A study combining tumor cells from patients with breast cancer with a laboratory model of blood vessel lining provides the most compelling evidence so far that a specific trio of cells is required for the spread of breast cancer. The findings could lead to better tests for predicting whether a woman’s breast cancer will spread and to new anticancer therapies. The study was published in Science Signaling (2014; doi:10.1126/scisignal.2005329).

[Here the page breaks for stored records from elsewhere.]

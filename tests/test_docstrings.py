"""The public API of the model and the engine is documented in numpydoc style.

Our own rule (DEVELOPERS.md, "Docstrings"): every name in ``__all__`` of the
modules below that is a function, or a public method of a class in
``__all__``, has a one-line summary; if it takes parameters, a
``Parameters`` section naming each of them; if it returns something (its
return annotation is not ``None``), a ``Returns`` (or ``Yields``) section; if
its own body raises, a ``Raises`` section. The section layout is numpydoc's
(a title underlined with dashes; numpydoc style guide, "Sections"). A
dataclass documents its fields where they stand (an attribute docstring
under each), so its generated ``__init__`` needs no Parameters section.
Properties need only the summary.
"""

from __future__ import annotations

import ast
import dataclasses
import importlib
import inspect
import re
import textwrap

import pytest

MODULES = [
    "shotplan.errors", "shotplan.units", "shotplan.equipment.specs", "shotplan.equipment.presets",
    "shotplan.table",
    "shotplan.stroke", "shotplan.aim", "shotplan.layout", "shotplan.racks", "shotplan.players",
    "shotplan.tablefile", "shotplan.placement",
    "shotplan.files.read", "shotplan.files.write", "shotplan.files.jsonout",
    "shotplan.physics.params", "shotplan.physics.state", "shotplan.physics.run",
    "shotplan.physics.simulator", "shotplan.physics.strike", "shotplan.physics.jit",
    "shotplan.physics.roots", "shotplan.physics.motion", "shotplan.physics.collide",
    "shotplan.physics.events", "shotplan.physics.engine",
]


def _section(doc: str, title: str) -> str | None:
    """The body of numpydoc section ``title`` in ``doc``, or None."""
    m = re.search(rf"^{title}\n-{{{len(title)}}}\n(.*?)(?=^\S[^\n]*\n-{{3,}}\n|\Z)", doc,
                  re.M | re.S)
    return m.group(1) if m else None


def _documented_names(body: str) -> set[str]:
    names: set[str] = set()
    for line in body.splitlines():
        if line and not line[0].isspace():
            head = line.split(" : ")[0]
            names.update(n.strip().lstrip("*") for n in head.split(","))
    return names


def _raises_itself(func: object) -> bool:
    """Whether the function's own body (not a nested function) has a raise
    statement that raises something (a bare re-raise does not count)."""
    try:
        src = textwrap.dedent(inspect.getsource(func))  # type: ignore[arg-type]
    except (OSError, TypeError):
        return False
    tree = ast.parse(src)
    top = tree.body[0]
    stack = list(ast.iter_child_nodes(top))
    while stack:
        node = stack.pop()
        if isinstance(node, ast.FunctionDef | ast.AsyncFunctionDef | ast.Lambda | ast.ClassDef):
            continue
        if isinstance(node, ast.Raise) and node.exc is not None:
            return True
        stack.extend(ast.iter_child_nodes(node))
    return False


def _problems(name: str, func: object, skip_first: bool) -> list[str]:
    doc = inspect.getdoc(func) or ""
    out = []
    if not doc.strip() or not doc.splitlines()[0].strip():
        return [f"{name}: no summary line"]
    target = inspect.unwrap(func)  # type: ignore[arg-type]
    py_func = getattr(target, "py_func", target)  # a numba dispatcher's Python function
    try:
        sig = inspect.signature(py_func)
    except (TypeError, ValueError):
        return out
    params = [p for p in sig.parameters.values()
              if p.kind not in (p.VAR_POSITIONAL, p.VAR_KEYWORD)]
    if skip_first and params:
        params = params[1:]
    if params:
        body = _section(doc, "Parameters")
        if body is None:
            out.append(f"{name}: takes parameters but has no Parameters section")
        else:
            missing = [p.name for p in params if p.name not in _documented_names(body)]
            if missing:
                out.append(f"{name}: Parameters does not name {', '.join(missing)}")
    ret = sig.return_annotation
    if ret not in (inspect.Signature.empty, None, "None") \
            and _section(doc, "Returns") is None and _section(doc, "Yields") is None:
        out.append(f"{name}: returns {ret} but has no Returns section")
    if _raises_itself(py_func) and _section(doc, "Raises") is None:
        out.append(f"{name}: raises but has no Raises section")
    return out


def _public_callables(module_name: str):
    mod = importlib.import_module(module_name)
    for attr in getattr(mod, "__all__", []):
        obj = getattr(mod, attr)
        if getattr(obj, "__module__", module_name) != module_name:
            continue  # handed on from elsewhere: checked at home
        if inspect.isclass(obj):
            yield f"{module_name}.{attr}", obj, False
            for meth_name, meth in vars(obj).items():
                if meth_name.startswith("_") and meth_name != "__init__":
                    continue
                if meth_name == "__init__" and (dataclasses.is_dataclass(obj)
                                                or getattr(obj, "_is_protocol", False)):
                    continue  # fields documented where they stand; a protocol is not made
                if isinstance(meth, property):
                    yield f"{module_name}.{attr}.{meth_name}", meth, None
                elif isinstance(meth, classmethod | staticmethod):
                    yield (f"{module_name}.{attr}.{meth_name}", meth.__func__,
                           isinstance(meth, classmethod))
                elif inspect.isfunction(meth):
                    yield f"{module_name}.{attr}.{meth_name}", meth, True
        elif callable(obj) and (inspect.isfunction(obj) or hasattr(obj, "py_func")):
            yield f"{module_name}.{attr}", obj, False


def _module_problems(module_name: str) -> list[str]:
    out = []
    for name, obj, skip_first in _public_callables(module_name):
        if inspect.isclass(obj) or skip_first is None:  # a class or a property: summary only
            doc = inspect.getdoc(obj) or ""
            if not doc.strip():
                out.append(f"{name}: no summary line")
            continue
        if name.endswith(".__init__"):
            # documented in the class docstring or its own
            cls_doc = inspect.getdoc(importlib.import_module(module_name).__dict__[
                name.split(".")[-2]]) or ""
            own = inspect.getdoc(obj) or ""
            params = list(inspect.signature(obj).parameters)[1:]
            if params and _section(cls_doc, "Parameters") is None \
                    and _section(own, "Parameters") is None:
                out.append(f"{name}: the class takes parameters but documents none")
            continue
        out.extend(_problems(name, obj, skip_first))
    return out


@pytest.mark.parametrize("module_name", MODULES)
def test_public_api_is_documented_in_numpydoc(module_name):
    problems = _module_problems(module_name)
    assert not problems, "\n".join(problems)


def test_the_checker_catches_an_undocumented_function():
    # Guards against a checker that passes everything.
    def bare(x: int) -> int:
        """Twice x."""
        if x < 0:
            raise ValueError("negative")
        return 2 * x

    problems = _problems("bare", bare, False)
    assert any("no Parameters section" in p for p in problems)
    assert any("no Returns section" in p for p in problems)
    assert any("no Raises section" in p for p in problems)

    def good(x: int) -> int:
        """Twice x.

        Parameters
        ----------
        x : int
            A number.

        Returns
        -------
        int
            Twice ``x``.
        """
        return 2 * x

    assert _problems("good", good, False) == []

In earlier studies involving animal models and human cancer cell lines, researchers found that breast cancer spreads when three specific cells are in direct contact: an endothelial cell, a perivascular macrophage, and a tumor cell that produces high levels of Mena, a protein that enhances a cancer cell’s ability to spread.
Where these three cells come in contact is where tumor cells can enter blood vessels, called a tumor microenvironment of metastasis (TMEM). Tumors with high numbers of TMEM sites (ie, they have a high TMEM score) were more likely to metastasize than were tumors with lower TMEM scores. In addition, the researchers found that cancer tissues high in MenaINV, an invasive form of Mena, were especially likely to metastasize.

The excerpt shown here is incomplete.